Final tip for this inquiry: Don’t hire anyone who says, ‘Everyone thinks I’m lazy, but…’

Nope. Stop. They are lazy.


5. What accomplishment are you most proud of?

Ask this question to get a sense of what really matters to interviewees. What are their values? How do they think about themselves? What motivates them? How do they go about achieving things?

Sidenote: Probably don’t hire anyone who fails to list an accomplishment.

6. Tell me about a time you failed and how you handled it.

Everyone fails at things, but what distinguishes the people you want to hire from those you don’t is how they’ve dealt with failure. Did they forget a decimal place and cost their company a lot of money? Did they own up to it right away or resign in disgrace? Did they do anything to fix it? Did they learn anything from the experience?

No one is perfect and whoever you hire likely won’t know how to do the job exactly how you want it done. But you should hire someone who freely recognises when they’ve made a mistake, takes ownership of it, and then identifies constructive ways to address the situation — even if that just means moving forward with a new lesson learned.

Watch out for: anyone who tells you about a perceived failure that wasn’t really their fault.

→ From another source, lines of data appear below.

// Package build reads a build file: the stages of one instrument in signal
// order, the conditions it meets, its trims and targets. Everything is checked
// against the kinds and families, and every fault is reported with its place in
// the file. A Build that was read is wired and complete; Compile turns it into
// one straight-line program for all its conditions.
package build

import (
	"batchwright/bom/document"
	"batchwright/bom/offer"
	"batchwright/bom/part"
	"batchwright/bom/quantity"
	"batchwright/tolerance/formula"
	"batchwright/tolerance/stage"
)

// Build is one instrument and the batch it is planned for.
type Build struct {
	File        string
	Title       string
	Units       int
	Spares      int // percent of what is needed
	Book        *offer.Book
	Families    *part.Catalogue
	Instruments []Instrument
	Variables   []Variable
	Conditions  []Condition // the first is the reference
	Stages      []*Stage    // in signal order
	Trims       []Trim      // in the order the bench does them
	Targets     []Target
	Openings    []Opening // buying lines still to be chosen
}

// Variable is what a condition sets: the four that every build has, and those
// of the user's own.
type Variable struct {
	Name string
	Unit quantity.Unit
}

// The variables that parts feel. Temperature is in degrees Celsius, humidity a
// fraction, age in seconds, warmup from 0 (just switched on) to 1 (settled).
const (
	Temperature = "temperature"
	Warmup      = "warmup"
	Humidity    = "humidity"
	Age         = "age"
)

// Condition is one set of surroundings; Values follow Build.Variables.
type Condition struct {
	Name   string
	Values []float64
}

// Stage is one stage of the instrument, wired.
type Stage struct {
	Name     string
	Kind     *stage.Kind
	Wires    []Wire
	Settings []Setting
	Places   []Place
	Formulas []formula.Equation // of a formula stage
	Outputs  []stage.Output     // the kind's, or a formula stage's own
}

// Wire connects a kind's input to the stage it comes from.
type Wire struct{ Input, From string }

// Setting is a figure that is not bought: a reference to a condition's
// variable or to another stage's output, or a parameter that may scatter.
type Setting struct {
	Name      string
	Reference string
	Geometry  *Geometry // nil but for a figure given by a shape
	part.Parameter
}

// Place is a role of a stage and the part in it.
type Place struct {
	Role     string
	Type     part.Type
	Fitted   bool
	Part     part.Part // the first of two where Combine says so
	Second   part.Part // the other
	Combine  Combine
	Geometry *Geometry      // of a coil given by its winding, nil for others
	Quantity string         // the value as the file says it
	SameAs   string         // the position whose buying line this shares; "" for its own
	Position float64        // of a trimmer that no trim turns, 0..1
	Across   *Setting       // the steady voltage across a capacitor; nil for none
	resolved bool           // SameAs has been followed to the deciding part
	node     *document.Node // where it is written
}

// Trim is one adjustment: turn a trimmer until an output reads To.
type Trim struct {
	Stage, Role string
	Output      OutputName
	Unit        quantity.Unit
	To, Within  float64
	Condition   int
}

// OutputName is a stage's output.
type OutputName struct{ Stage, Output string }

// String is the name as a build file writes it.
func (n OutputName) String() string { return n.Stage + "." + n.Output }

// Target is a demand on an output, its change, or on a trimmer's reach.
type Target struct {
	Name       string
	Output     OutputName
	Unit       quantity.Unit
	Trim       int   // index of the trim whose reach is asked; -1 for an output
	ChangeFrom int   // condition the change is counted from; -1 for the output itself
	At         []int // conditions, each of which must comply
	Low, High  float64
	Share      float64 // of the units that must comply
	WorstCase  bool    // every corner must comply instead
	Asked      string  // the demand in words
	limits     string  // and its limits
}

// Opening is a buying line to be chosen: every position in it takes the same.
type Opening struct {
	Positions  []string // "fixed.upper"; the first holds the `choose`
	Type       part.Type
	Families   []string
	Tolerances []float64 // empty: every grade its family sells
	Values     []Worth   // empty: as written
	Combines   []Combine // how pieces may make up the value; empty: one piece
	Lots       []bool    // whether pieces may come from mixed lots; empty: as written
	pairs      pairValues
	node       *document.Node // the first position's part
}

// Worth is what a part is bought by: a value, or a trimmer's range.
type Worth struct {
	Low, High float64 // SI; equal but for a trimmer
	Text      string  // as people write it
}

// Stage finds a stage by name.
func (b *Build) Stage(name string) *Stage {
	for _, s := range b.Stages {
		if s.Name == name {
			return s
		}
	}
	return nil
}

// Place finds a position such as "fixed.upper".
func (b *Build) Place(position string) *Place {
	for _, s := range b.Stages {
		for i := range s.Places {
			if s.Name+"."+s.Places[i].Role == position {
				return &s.Places[i]
			}
		}
	}
	return nil
}

// Parts lists every fitted part in signal order.
func (b *Build) Parts() []part.Part {
	var parts []part.Part
	for _, s := range b.Stages {
		for _, p := range s.Places {
			parts = append(parts, p.Pieces()...)
		}
	}
	return parts
}

// TrimOf finds the trim that turns the trimmer in a role, or -1.
func (b *Build) TrimOf(stageName, role string) int {
	for i, t := range b.Trims {
		if t.Stage == stageName && t.Role == role {
			return i
		}
	}
	return -1
}

// variable finds a condition variable's index, or -1.
func (b *Build) variable(name string) int {
	for i, v := range b.Variables {
		if v.Name == name {
			return i
		}
	}
	return -1
}

// condition finds a condition's index, or -1.
func (b *Build) condition(name string) int {
	for i, c := range b.Conditions {
		if c.Name == name {
			return i
		}
	}
	return -1
}

// output finds an output of a stage.
func (s *Stage) output(name string) (stage.Output, bool) {
	for _, o := range s.Outputs {
		if o.Name == name {
			return o, true
		}
	}
	return stage.Output{}, false
}

// place finds a role of a stage.
func (s *Stage) place(role string) *Place {
	for i := range s.Places {
		if s.Places[i].Role == role {
			return &s.Places[i]
		}
	}
	return nil
}

// setting finds a setting of a stage.
func (s *Stage) setting(name string) *Setting {
	for i := range s.Settings {
		if s.Settings[i].Name == name {
			return &s.Settings[i]
		}
	}
	return nil
}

First off, that’s not what you asked them. Secondly, that’s not an attitude that allows for much in the way of improvement. Personal growth begins with personal responsibility.

7. Is there anything else I haven’t asked you, but should?

This question gives the interviewee a chance to highlight attributes they may have but you’ve not yet discussed. It also gives you a sense of how engaged they are.

Given the nerve-wracking nature of interviews, they may shy away from telling you what question you’ve forgotten to ask. That’s OK. Job interview questions are supposed to be tough.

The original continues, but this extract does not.